Du jour où j’ai découvert l’oeuvre sur un disque du très distingué Thomas Beecham, j’ai aimé l’unique symphonie – en sol mineur – d’Edouard Lalo (1823-1892).
Et jusqu’en 2000, je n’étais jamais parvenu à convaincre qui que ce soit, orchestres, chefs, de jouer cette oeuvre en concert, alors que Saint-Saëns (et sa 3ème symphonie), Franck (sa symphonie en ré mineur), D’Indy (sa symphonie « cévenole »), exacts contemporains de Lalo n’avaient jamais quitté l’affiche… Mystère ! Dès que j’en eus la possibilité, et même le pouvoir, je mis cette malheureuse symphonie au programme d’abord d’un concert puis d’un disque de l’Orchestre philharmonique de Liège.
Et à la demande de l’éditeur du disque, j’écrivis même le livret de ce disque : Lalo ou l’éternel second. Le Poulidor de la musique en quelque sorte.
Si sa Symphonie espagnole, écrite pour le violoniste star du XIXème siècle, Pablo de Sarasate, n’était pas restée au répertoire de tous les grands violonistes, et avait maintenu hauts la réputation et le nom de Lalo, il est à parier que l’ombre dans laquelle est demeurée l’essentiel de son oeuvre serait devenue oubli.
Mais l’obstination (la mienne !) finit parfois par payer.

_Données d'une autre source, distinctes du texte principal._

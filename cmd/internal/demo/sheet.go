package demo

import (
	"fmt"
	"math"
	"math/rand/v2"
	"strconv"
	"strings"
)

// column is one column of a department's list.
type column struct {
	head  string
	unit  string // for a unit row below the header
	width float64
	hole  float64 // share of cells left empty
	value func(a *asset, rng *rand.Rand) any
}

// formula is a cell with a formula and the value that was last computed for it.
// "{r}" stands for the row's own number.
type formula struct {
	text  string
	value any
}

// list is a department's list before it is written.
type list struct {
	columns []column
	rows    [][]any
}

func newList(columns []column, assets []*asset, rng *rand.Rand) *list {
	l := &list{columns: columns}
	for _, a := range assets {
		row := make([]any, len(columns))
		for i, c := range columns {
			v := c.value(a, rng)
			if rng.Float64() >= c.hole {
				row[i] = v
			}
		}
		l.rows = append(l.rows, row)
	}
	return l
}

func (l *list) index(head string) int {
	for i, c := range l.columns {
		if c.head == head {
			return i
		}
	}
	panic("demo: no column " + head) // a slip of ours, seen by every test
}

// spoil changes the filled cells of a column in a share of the rows, given per
// thousand.
func (l *list) spoil(rng *rand.Rand, head string, perThousand float64, change func(old any) any) {
	c := l.index(head)
	var filled []int
	for i, row := range l.rows {
		if row[c] != nil {
			filled = append(filled, i)
		}
	}
	n := min(len(filled), int(math.Round(perThousand*float64(len(l.rows))/1000)))
	rng.Shuffle(len(filled), func(i, j int) { filled[i], filled[j] = filled[j], filled[i] })
	for _, i := range filled[:n] {
		l.rows[i][c] = change(l.rows[i][c])
	}
}

// double repeats a share of the rows further down, changed where change is set.
func (l *list) double(rng *rand.Rand, perThousand float64, change func(row []any)) {
	for range int(math.Round(perThousand * float64(len(l.rows)) / 1000)) {
		row := append([]any(nil), l.rows[rng.IntN(len(l.rows))]...)
		if change != nil {
			change(row)
		}
		at := rng.IntN(len(l.rows) + 1)
		l.rows = append(l.rows[:at], append([][]any{row}, l.rows[at:]...)...)
	}
}

// blank puts an empty row after every so many.
func (l *list) blank(every int) {
	var rows [][]any
	for i, row := range l.rows {
		rows = append(rows, row)
		if i%every == every-1 {
			rows = append(rows, nil)
		}
	}
	l.rows = rows
}

func (l *list) heads() []any {
	out := make([]any, len(l.columns))
	for i, c := range l.columns {
		out[i] = c.head
	}
	return out
}

func (l *list) units() []any {
	out := make([]any, len(l.columns))
	for i, c := range l.columns {
		if c.unit != "" {
			out[i] = c.unit
		}
	}
	return out
}

// always, drop, negative and the like are changes for spoil.
func always(v any) func(any) any { return func(any) any { return v } }

func negative(v any) any {
	if f, ok := number(v); ok {
		return -f
	}
	return v
}

func times(k float64) func(any) any {
	return func(v any) any {
		if f, ok := number(v); ok {
			return f * k
		}
		return v
	}
}

// wordy writes a number into a sentence such as "approx. %s".
func wordy(format string) func(any) any {
	return func(v any) any {
		f, ok := number(v)
		if !ok {
			return v
		}
		return fmt.Sprintf(format, strconv.FormatFloat(f, 'f', -1, 64))
	}
}

func number(v any) (float64, bool) {
	switch x := v.(type) {
	case float64:
		return x, true
	case int:
		return float64(x), true
	}
	return 0, false
}

// decade turns a year into its span, "1960-69".
func decade(v any) any {
	y, ok := v.(int)
	if !ok {
		return v
	}
	return fmt.Sprintf("%d-%02d", y/10*10, y/10*10%100+9)
}

// comma writes a number with a decimal comma and points between thousands.
func comma(v float64, decimals int) string {
	s := strconv.FormatFloat(v, 'f', decimals, 64)
	whole, part, _ := strings.Cut(s, ".")
	for i := len(whole) - 3; i > 0; i -= 3 {
		whole = whole[:i] + "." + whole[i:]
	}
	if part != "" {
		whole += "," + part
	}
	return whole
}

// plainComma is comma without the points.
func plainComma(v float64, decimals int) string {
	return strings.Replace(strconv.FormatFloat(v, 'f', decimals, 64), ".", ",", 1)
}

func round(v float64, decimals int) float64 {
	k := math.Pow10(decimals)
	return math.Round(v*k) / k
}

// measured is a value as somebody measured or took it from a drawing: off by a
// few percent.
func measured(rng *rand.Rand, v, sigma float64, decimals int) float64 {
	return round(v*(1+sigma*max(-2, min(2, rng.NormFloat64()))), decimals)
}

// year is a year of renewal, nil for none.
func year(y int) any {
	if y == 0 {
		return nil
	}
	return y
}

func choose[T any](cond bool, yes, no T) T {
	if cond {
		return yes
	}
	return no
}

Edouard Lalo le mérite.
Je vois avec plaisir sortir le fruit d’une double collaboration engagée il y a plusieurs années entre l’Orchestre philharmonique royal de Liège d’une part, la Chapelle musicale Reine Elisabeth de Belgique et le Palazzetto Bru Zane / Centre de musique romantique française d’autre part. Après l’intégrale des concertos pour violon de Vieuxtemps (direction Patrick Davin), les oeuvres concertantes pour violon et violoncelle de Saint-Saëns (direction Christian Arming), ce sont toutes les pages concertantes de Lalo (direction Jean-Jacques Kantorow) qui sortent ces jours-ci chez Alpha Classics.
Où l’on voit que la Symphonie espagnole est loin d’être isolée !.
Dans la foulée une publication très attendue, une première mondiale au disque, réalisée après le « live » du Festival de Radio France et Montpellier Languedoc Roussillon :
L’occasion de rappeler que le festival n’en est pas à son coup d’essai avec Lalo, puisqu’un autre ouvrage, Fiesque – qui avait été, sans mauvais jeu de mots, un véritable fiasco à sa création – avait bénéficié d’une équipe de choc pour sa résurrection.